Das wiederum, so konterte Pols' Fraktionskollege Gerhard Scharf, sei "nur ein Teil der Wahrheit". Die meisten Fragen wären seiner Einschätzung nach innerhalb weniger Minuten zu beantworten gewesen. Was den ehemaligen Gruppenpartner Mädge zu der Erwiderung hinriss: Seit Scharf nicht mehr Bürgermeister sei, hätten sich seine Aussagen erheblich verändert.
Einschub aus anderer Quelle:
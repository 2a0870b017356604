"""Result arrays that worker processes on this machine write into directly.

A pool of worker processes normally sends each result back through a pipe:
pickled, copied into the parent and copied again into the final array.  For
results as large as a plan's weights (hundreds of MB) that transfer costs
about half as much as the decomposition itself.  :class:`SharedArrays`
instead places the final arrays in one memory-mapped file (in ``/dev/shm``
where it exists, so it never touches a disk) that the parent and every
worker map; a worker writes its chunk's rows in place and returns only small
values.

>>> import numpy as np
>>> out = SharedArrays({"s": ((4, 2), np.float64)}, in_memory=True)
>>> arrays_for(out.key)["s"][1:3] = 7.0        # what a worker does with its chunk
>>> out.arrays["s"][:, 0].tolist()
[0.0, 7.0, 7.0, 0.0]
>>> out.close()

Notes
-----
The parent keeps its arrays after :meth:`SharedArrays.close`: closing only
removes the file's name (Linux keeps the pages while a mapping exists), so
the arrays live, like any numpy array, until the last reference to them is
gone.  Workers started by ``fork`` inherit the parent's mapping; workers
started afresh open the file by its name.  Workers of a Dask cluster on
other machines cannot see the file: callers send results back there.
A fresh mapping reads as zeros.  The file of a run killed before it
closed is removed by the next run that makes one.
"""

from __future__ import annotations

import mmap
import os
import tempfile
import uuid
from typing import Mapping

import numpy as np

__all__ = ["SharedArrays", "arrays_for"]

_ALIGN = 64
#: Arrays mapped in this process, by key (the parent's own, or a worker's once opened).
_MAPPED: dict[str, dict[str, np.ndarray]] = {}


def _layout(specs: Mapping[str, tuple[tuple[int, ...], type]]) -> tuple[list[tuple[str, tuple, np.dtype, int]], int]:
    """Byte offset of each array in the file (aligned), and the file's size."""
    placed, offset = [], 0
    for name, (shape, dtype) in specs.items():
        dtype = np.dtype(dtype)
        shape = tuple(int(n) for n in shape)
        placed.append((name, shape, dtype, offset))
        size = int(np.prod(shape, dtype=np.int64)) * dtype.itemsize
        offset += -(-size // _ALIGN) * _ALIGN
    return placed, max(offset, _ALIGN)


def _folders() -> list[str]:
    """Where the file may go, best first: ``/dev/shm`` (memory, not disk) when writable, then the temporary folder."""
    shm = "/dev/shm"
    return ([shm] if os.path.isdir(shm) and os.access(shm, os.W_OK) else []) + [tempfile.gettempdir()]


def _remove_stale(folder: str) -> None:
    """Remove the files of runs that died before closing theirs (their process no longer exists)."""
    try:
        names = [n for n in os.listdir(folder) if n.startswith("arrayplan-") and n.endswith(".shared")]
    except OSError:
        return
    for name in names:
        try:
            pid = int(name.split("-")[1])
            os.kill(pid, 0)
        except ProcessLookupError:
            try:
                os.unlink(os.path.join(folder, name))
            except OSError:
                pass
        except (ValueError, IndexError, PermissionError):
            continue


def _map(path: str, size: int, placed, create: bool) -> dict[str, np.ndarray]:
    flags = os.O_RDWR | (os.O_CREAT | os.O_EXCL if create else 0)
    fd = os.open(path, flags, 0o600)
    try:
        if create:
            try:
                # reserve every block now: a mapping that later runs out of space kills the process (SIGBUS)
                os.posix_fallocate(fd, 0, size)
            except OSError:
                os.close(fd)
                fd = -1
                os.unlink(path)
                raise
        buf = mmap.mmap(fd, size)
    finally:
        if fd >= 0:
            os.close(fd)
    return {name: np.frombuffer(buf, dtype=dtype, count=int(np.prod(shape, dtype=np.int64)),
                                offset=offset).reshape(shape)
            for name, shape, dtype, offset in placed}


class SharedArrays:
    """Named arrays in memory that this process's local workers can write into.

    Parameters
    ----------
    specs : mapping of str to (shape, dtype)
        The arrays to make, e.g. ``{"s": ((n_freq, k), np.float64)}``.
    in_memory : bool
        True: plain process memory, for work that runs in this process
        only (no file).  False: a memory-mapped file that worker processes
        open by :attr:`key`.

    Attributes
    ----------
    key : str
        What a worker passes to :func:`arrays_for` (picklable, small).

    Raises
    ------
    OSError
        When no folder has room for the file (its blocks are reserved up
        front, so a full ``/dev/shm`` or disk shows here, not as a crash of
        a worker later).
    arrays : dict of str to ndarray
        The arrays, zero-filled, writable.
    """

    def __init__(self, specs: Mapping[str, tuple[tuple[int, ...], type]], *, in_memory: bool = False):
        placed, size = _layout(specs)
        if in_memory:
            self.key = f"memory:{uuid.uuid4().hex}"
            self.arrays = {name: np.zeros(shape, dtype=dtype) for name, shape, dtype, _ in placed}
            self._path = None
        else:
            fields = ";".join(f"{name}:{','.join(map(str, shape))}:{dtype.str}:{offset}"
                              for name, shape, dtype, offset in placed)
            for i, folder in enumerate(_folders()):
                _remove_stale(folder)
                self._path = os.path.join(folder, f"arrayplan-{os.getpid()}-{uuid.uuid4().hex}.shared")
                self.key = f"{self._path}|{size}|{fields}"
                try:
                    self.arrays = _map(self._path, size, placed, create=True)
                    break
                except OSError:
                    if i == len(_folders()) - 1:
                        raise
        _MAPPED[self.key] = self.arrays

    def close(self) -> None:
        """Forget the arrays here and remove the file's name; the arrays stay valid in this process."""
        _MAPPED.pop(self.key, None)
        if self._path is not None:
            try:
                os.unlink(self._path)
            except FileNotFoundError:
                pass
            self._path = None

    def __enter__(self) -> "SharedArrays":
        return self

    def __exit__(self, *exc) -> None:
        self.close()


def arrays_for(key: str) -> dict[str, np.ndarray]:
    """The arrays of a :class:`SharedArrays` by its key, in the parent or in a worker.

    Parameters
    ----------
    key : str
        :attr:`SharedArrays.key`.

    Returns
    -------
    dict of str to ndarray
        Writable views of the shared arrays (mapped once per process).
    """
    found = _MAPPED.get(key)
    if found is not None:
        return found
    if key.startswith("memory:"):
        raise RuntimeError("in-memory shared arrays are visible only in the process that made them")
    path, size, fields = key.split("|", 2)
    placed = []
    for field in fields.split(";"):
        name, shape, dtype, offset = field.split(":")
        placed.append((name, tuple(int(n) for n in shape.split(",") if n), np.dtype(dtype), int(offset)))
    arrays = _map(path, int(size), placed, create=False)
    _MAPPED[key] = arrays
    return arrays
Mädge: "Alles ist dargelegt worden, und trotzdem stellen Sie die Anfrage."

Andere Städte würden externe Eventbüros für die Planung derartiger Veranstaltungen beauftragen, und der Kostenrahmen sei eng. "Sie müssen wissen, wie Sie mit dieser Verwaltung umgehen wollen", sagte der Oberbürgermeister in Richtung des ehemaligen Gruppenpartners. "Sie sind nicht Opposition, sondern Teil der Stadt."

Die Wogen glätten wollte schließlich Heiko Dörbaum (SPD), einstiger Gruppensprecher von SPD-CDU und jetziger Gruppensprecher von SPD-Grünen: Sein Appell an die Kollegen lautete, den Rat als Selbstverwaltungsorgan zu sehen, "es gibt keine Opposition und keine Regierung". Dörbaum: "Lassen Sie uns zurückkehren zur Sachlichkeit, zu dem, was uns ausmacht: gute, qualifizierte Arbeit." Das habe in den vergangenen fünf Jahren in der alten Gruppe und mit der einstigen Fraktionschefin der CDU - Regina Baumgarten - schließlich auch funktioniert.

Die einstige stellvertretende Gruppensprecherin und neue Bürgermeisterin selbst war denn auch wesentlich weniger aggressiv im Ton als ihre männlichen Fraktionskollegen. So kritisierte sie zwar, dass der Antrag von SPD und Grünen für den Ehrenring der Stadt für den scheidenden ärztlichen Direktor des Klinikums, Prof. Anton Schafmayer, nicht, wie zuvor üblich, mit allen Fraktionen abgesprochen worden war. Trotzdem schloss sie versöhnlich in Richtung ihres Vertrauten Dörbaum: "Vielleicht können wir in der Zukunft ein Miteinander forcieren und wieder gemeinsam etwas für die Stadt tun."

Für gelöste Gesichter sorgte aber nicht Baumgartens Schlichtungsversuch, sondern - eine Stunde nach dem hitzigen Beginn der Sitzung - ein Kleinkind, das sich lauthals freute, als es seinen Vater im Saal entdeckte. Und dann ging es schließlich auch noch um Sachthemen: Einstimmig beschloss der Rat den Ehrenring für Prof. Schafmayer, gegen die Stimmen der CDU und bei Enthaltung der Linken entschied der Rat, dass Jürgen Enkelmann seine halbe Stelle bei der Süderelbe AG aufgeben und künftig zu 100 Prozent für die Wirtschaftsförderungsgesellschaft Lüneburg arbeiten soll. Gegen die Stimmen von CDU und Piraten wurde entschieden, dass Lüneburg dem Bündnis "Kommunen für biologische Vielfalt" beitritt.

Und gegen die Stimmen von CDU und FDP wird ein sogenannter Zukunftsrat eingerichtet, der die Zusammenarbeit von Stadt und Universität verstärken soll. Studenten und Lehrende sollen sich nach der Idee des Initiators Sebastian Heilmann (Grüne) mit den Problemen der Region auseinandersetzen. Fachexperten beider Seiten sollen zusammengebracht werden.